OHMSS’ 50th: ‘This never happened to the other fella’

OHMSS poster

OHMSS poster

Updated and adapted from a 2014 post.

When Sean Connery was cast as James Bond in Dr. No, there was interest. Ian Fleming’s 007 novels were popular. President John F. Kennedy was among their fans. Still, it wasn’t anything to obsess over.

By the end of the 1960s, things had changed. Bond was a worldwide phenomenon. 007 was a big business that even producers Albert R. Broccoli and Harry Saltzman hadn’t anticipated originally. Now, the role was being re-cast after Sean Connery departed the role.

As a result, On Her Majesty’s Secret Service, which debuted 50 years ago this month, was under intense scrutiny. The film required a long, exhausting shooting schedule. This time, Bond would be played by a novice actor, George Lazenby, and supervised by a first-time director, Peter Hunt.

Hunt, at least, was no novice with the world of 007. He had been editor or supervising editor of the previous five Broccoli-Saltzman 007 films and second unit director of You Only Live Twice. So he was more than familiar with how the Bond production machine worked. Also, he had support of other 007 veterans, including production designer Syd Cain, set decorator Peter Lamont, screenwriter Richard Maibaum and composer John Barry.

Lazenby, on the other hand, had to take a crash course. He was paired with much more experienced co-stars, including Diana Rigg and Telly Savalas. And he was constantly being compared with Connery.

When, at the end of the pre-titles sequence, Lazenby says, “This never happened to the other fella,” the statement was true on multiple levels.

Majesty’s was also the first time Eon Productions re-calibrated. You Only Live Twice had dispensed with the main plot of Fleming’s novel and emphasized spectacle instead. Majesty’s ended up being arguably the most faithful adaptation of a Fleming 007 novel. It was still big, but it had no spaceships or volcano hideouts.

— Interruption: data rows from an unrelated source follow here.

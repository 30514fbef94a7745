import fc from "fast-check";
import { describe, expect, it } from "vitest";
import {
  type CompressorModel,
  carnotEfficiency,
  compressorExtrapolates,
  compressorPowerKW,
  evaluateMonotoneCurve,
  isentropicCycleCop,
  manufacturerCurve,
  monotoneCurve,
} from "@/lib/engine/compressor";

/** Power rise per K over +2 K of condensing temperature, %: ((W(Tc + 2)/W(Tc))^(1/2) − 1)·100. */
function percentPerK(cop: (tc: number) => number, tc: number): number {
  return (Math.sqrt(cop(tc) / cop(tc + 2)) - 1) * 100;
}

describe("refrigerant-cycle compressor model", () => {
  // Check values of issue 10 and Methods §5 [pub: computed with the CoolProp reference
  // library; single-stage, saturated suction, no subcooling, isentropic efficiency 0.75].
  const issue: { r: "R717" | "R134a"; te: number; tc: number; cop: number; pctPerK: number }[] = [
    { r: "R717", te: -10, tc: 35, cop: 3.647, pctPerK: 2.65 },
    { r: "R717", te: -33, tc: 35, cop: 1.976, pctPerK: 1.92 },
    { r: "R717", te: 5, tc: 35, cop: 6.143, pctPerK: 3.75 },
    { r: "R134a", te: 5, tc: 35, cop: 5.922, pctPerK: 3.96 },
  ];
  for (const c of issue) {
    it(`${c.r} ${c.te}/${c.tc} °C: COP ${c.cop} (±0.5 %) and +${c.pctPerK} %/K (the issue asks ±10 %; held to ±3 %)`, () => {
      const cop = (tc: number) => 0.75 * isentropicCycleCop(c.r, c.te, tc);
      expect(Math.abs(cop(c.tc) / c.cop - 1)).toBeLessThan(0.005);
      expect(Math.abs(percentPerK(cop, c.tc) / c.pctPerK - 1)).toBeLessThan(0.03);
    });
  }
  it("R717 −10/37 °C: COP 3.462 (issue 10 check value, CoolProp)", () => {
    expect(0.75 * isentropicCycleCop("R717", -10, 37)).toBeCloseTo(3.462, 2);
  });

  // Further points off the issue's list [pub: CoolProp 8.0.0 (PyPI), PropsSI, same cycle definition and
  // η 0.75, computed for this test: h1, s1 saturated vapour at te; h2s at (psat(tc), s1); h3 saturated
  // liquid at tc; COP = 0.75·(h1 − h3)/(h2s − h1)].
  const more: [("R717" | "R134a"), number, number, number][] = [
    ["R717", -20, 25, 3.5028],
    ["R717", 0, 45, 3.7775],
    ["R717", -40, 20, 2.2382],
    ["R717", 10, 50, 4.4813],
    ["R134a", -10, 40, 3.0221],
    ["R134a", -25, 30, 2.5866],
    ["R134a", 10, 55, 3.5357],
    ["R134a", 0, 20, 9.2951],
  ];
  it.each(more)("%s %d/%d °C: COP %d within 0.5 %", (r, te, tc, cop) => {
    expect(Math.abs((0.75 * isentropicCycleCop(r, te, tc)) / cop - 1)).toBeLessThan(0.005);
  });

  // The Carnot fraction's sensitivity 1/(Tc − Te) per K is 15–25 % below the real ammonia cycle's
  // (Methods §5, from the check values above).
  it("the Carnot fraction understates the ammonia cycle's sensitivity by 15–25 %", () => {
    const carnot: CompressorModel = { kind: "carnotFraction", carnotEfficiency: carnotEfficiency(3.647, 35, -10), evaporatingK: 263.15 };
    const cop = (tc: number) => 1 / compressorPowerKW(carnot, 1, tc);
    const ratio = percentPerK(cop, 35) / 2.65;
    expect(ratio).toBeGreaterThan(0.75);
    expect(ratio).toBeLessThan(0.85);
  });
});

describe("percent-per-K compressor model", () => {
  const model: CompressorModel = { kind: "percentPerK", percentPerK: 3, designKWPerKW: 0.5, setPointC: 35, floorFraction: 0.4 };
  // Hand calculation: multiplicative per kelvin, W = Wd·1.03^(Tc − 35), Wd = 1000/2 = 500 kW.
  it("compounds per kelvin: +2 K → ×1.0609, −5 K → ×1.03^−5", () => {
    expect(compressorPowerKW(model, 1000, 37)).toBeCloseTo(500 * 1.0609, 9);
    expect(compressorPowerKW(model, 1000, 30)).toBeCloseTo(500 / 1.1592740743, 6);
  });
  it("never returns less than its floor, even at 10 %/K far below the set-point (property)", () => {
    fc.assert(
      fc.property(fc.double({ min: 0.1, max: 10, noNaN: true }), fc.double({ min: -40, max: 70, noNaN: true }), fc.double({ min: 0, max: 1, noNaN: true }), (pct, tc, floor) => {
        const m: CompressorModel = { kind: "percentPerK", percentPerK: pct, designKWPerKW: 0.5, setPointC: 35, floorFraction: floor };
        return compressorPowerKW(m, 1000, tc) >= 500 * floor - 1e-9;
      }),
    );
    expect(compressorPowerKW({ ...model, percentPerK: 10 }, 1000, 5)).toBeCloseTo(200, 9);
  });
});

describe("manufacturer's compressor data", () => {
  // Fritsch & Carlson (1980): the interpolant passes through the data and is monotone where they are.
  it("passes through the points and interpolates monotonically (property on random increasing data)", () => {
    fc.assert(
      fc.property(fc.array(fc.double({ min: 0.01, max: 5, noNaN: true }), { minLength: 3, maxLength: 8 }), fc.array(fc.double({ min: 0, max: 2, noNaN: true }), { minLength: 8, maxLength: 8 }), (dx, dy) => {
        const x: number[] = [];
        const y: number[] = [];
        let xs = 10;
        let ys = 0.1;
        dx.forEach((d, i) => {
          xs += d;
          ys += dy[i] ?? 0;
          x.push(xs);
          y.push(ys);
        });
        const c = monotoneCurve(x, y);
        for (let i = 0; i < x.length; i++) if (Math.abs(evaluateMonotoneCurve(c, x[i] ?? 0) - (y[i] ?? 0)) > 1e-9) return false;
        let prev = -Infinity;
        for (let t = x[0] ?? 0; t <= (x[x.length - 1] ?? 0); t += 0.01) {
          const v = evaluateMonotoneCurve(c, t);
          if (v < prev - 1e-12) return false;
          prev = v;
        }
        return true;
      }),
    );
  });

  // Hand case: step data 0, 0, 1, 1 — a natural cubic spline overshoots below 0 and above 1; the monotone
  // interpolant stays inside [0, 1] (Fritsch & Carlson 1980, the motivating example).
  it("does not overshoot step data", () => {
    const c = monotoneCurve([0, 1, 2, 3], [0, 0, 1, 1]);
    for (let t = 0; t <= 3; t += 0.01) {
      const v = evaluateMonotoneCurve(c, t);
      expect(v).toBeGreaterThanOrEqual(-1e-12);
      expect(v).toBeLessThanOrEqual(1 + 1e-12);
    }
  });

  it("COP points → power per unit refrigeration; outside the data it is flagged as extrapolated", () => {
    const { curve } = manufacturerCurve([{ evaporatingC: -10, points: [{ condensingC: 25, cop: 5 }, { condensingC: 35, cop: 3.6 }, { condensingC: 45, cop: 2.6 }] }], -10);
    const model: CompressorModel = { kind: "manufacturer", kwPerKW: curve };
    expect(compressorPowerKW(model, 1000, 35)).toBeCloseTo(1000 / 3.6, 9);
    expect(compressorPowerKW(model, 1000, 25)).toBeCloseTo(200, 9);
    expect(compressorExtrapolates(model, 35)).toBe(false);
    expect(compressorExtrapolates(model, 20)).toBe(true);
    expect(compressorExtrapolates(model, 46)).toBe(true);
  });

  // Hand calculation: with two suction temperatures, 1/COP is linear in Te at each condensing temperature:
  // at Te −15 between −10 (COP 3.6 at 35 °C) and −20 (COP 2.8): 1/COP = (1/3.6 + 1/2.8)/2.
  it("two suction temperatures: linear in Te between them", () => {
    const pts = (a: number, b: number, c: number) => [{ condensingC: 25, cop: a }, { condensingC: 35, cop: b }, { condensingC: 45, cop: c }];
    const { curve, extrapolatedSuction } = manufacturerCurve([{ evaporatingC: -10, points: pts(5, 3.6, 2.6) }, { evaporatingC: -20, points: pts(3.9, 2.8, 2.1) }], -15);
    expect(extrapolatedSuction).toBe(false);
    expect(evaluateMonotoneCurve(curve, 35)).toBeCloseTo((1 / 3.6 + 1 / 2.8) / 2, 12);
    expect(manufacturerCurve([{ evaporatingC: -10, points: pts(5, 3.6, 2.6) }, { evaporatingC: -20, points: pts(3.9, 2.8, 2.1) }], -25).extrapolatedSuction).toBe(true);
  });
});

Majesty’s global box office totaled $82 million, according to THE NUMBERS WEBSITE. That was a slide from You Only Live Twice’s $111.6 million. Twice’s box offce, in turn, had declined compared with Thunderball.

For Lazenby, once was enough. He subsequently has said he erred by not making a second Bond. “This never happened to the other fella,” indeed.

The film also marked Hunt’s exit from the series. He had been one of the major contributors of the early 007 films. But Eon would no longer employ his services after Majesty’s.

Today, Majesty’s has a good reputation among many 007 fans. In 1969 and 1970, the brain trust at Eon Productions and United Artists concluded some re-thinking was needed. Things were about to change yet again.

One Response

  1. I think it is absolutely the most faithful, which is only one reason why it is my favorite, slightly edging out FRWL. The greatest movie soundtrack in history is another.